Work instructions:
Please set down word for word every line from the one holding "const letter = FRESH.find((candidate)" to the end of the data below, both included.

─── Entries supplied

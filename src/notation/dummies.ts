/**
 * Dummy indices of two monomials kept apart when they are multiplied. Names that do not meet are left as the user typed
 * them; a dummy that meets another index gets the first free Latin letter, then a Greek one. An index variable `?a` of a
 * pattern stays a variable.
 */

import type { TensorFactor } from './theory.js';
import { GREEK } from './tokens.js';

const FRESH: readonly string[] = [
  ...'abcdefghijklmnopqrstuvwxyzABCDEFGHIJKLMNOPQRSTUVWXYZ',
  ...GREEK.map((name) => `\\${name}`),
];

/** How often each index occurs. */
function occurrences(factors: readonly TensorFactor[]): Map<string, number> {
  const counts = new Map<string, number>();
  for (const { slots } of factors) {
    for (const { name } of slots) counts.set(name, (counts.get(name) ?? 0) + 1);
  }
  return counts;
}

function renamed(factors: readonly TensorFactor[], names: ReadonlyMap<string, string>): readonly TensorFactor[] {
  if (names.size === 0) return factors;
  return factors.map((factor) => ({
    ...factor,
    slots: factor.slots.map((slot) => ({ name: names.get(slot.name) ?? slot.name, up: slot.up })),
  }));
}

/**
 * The factors of a product a·b. An index that occurs once in a and once in b is contracted by the product; one that
 * occurs twice in a factor is bound there and is renamed when the other factor uses its name.
 */
export function renamedApart(a: readonly TensorFactor[], b: readonly TensorFactor[]): readonly TensorFactor[] {
  const inA = occurrences(a);
  const inB = occurrences(b);
  const used = new Set([...inA.keys(), ...inB.keys()]);
  const fresh = (instead: string): string => {
    // The slots of a product are fewer than the letters (MAX_FACTORS times MAX_SLOTS), so the list cannot run out.
    const sigil = instead.startsWith('?') ? '?' : '';
    const letter = FRESH.find((candidate) => !used.has(sigil + candidate))!;
    used.add(sigil + letter);
    return sigil + letter;
  };
  const namesA = new Map<string, string>();
  const namesB = new Map<string, string>();
  for (const [name, count] of inB) if (count === 2 && inA.has(name)) namesB.set(name, fresh(name));
  for (const [name, count] of inA) if (count === 2 && inB.get(name) === 1) namesA.set(name, fresh(name));
  return [...renamed(a, namesA), ...renamed(b, namesB)];
}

──────

Written solution:
    const letter = FRESH.find((candidate) => !used.has(sigil + candidate))!;
    used.add(sigil + letter);
    return sigil + letter;
  };
  const namesA = new Map<string, string>();
  const namesB = new Map<string, string>();
  for (const [name, count] of inB) if (count === 2 && inA.has(name)) namesB.set(name, fresh(name));
  for (const [name, count] of inA) if (count === 2 && inB.get(name) === 1) namesA.set(name, fresh(name));
  return [...renamed(a, namesA), ...renamed(b, namesB)];
}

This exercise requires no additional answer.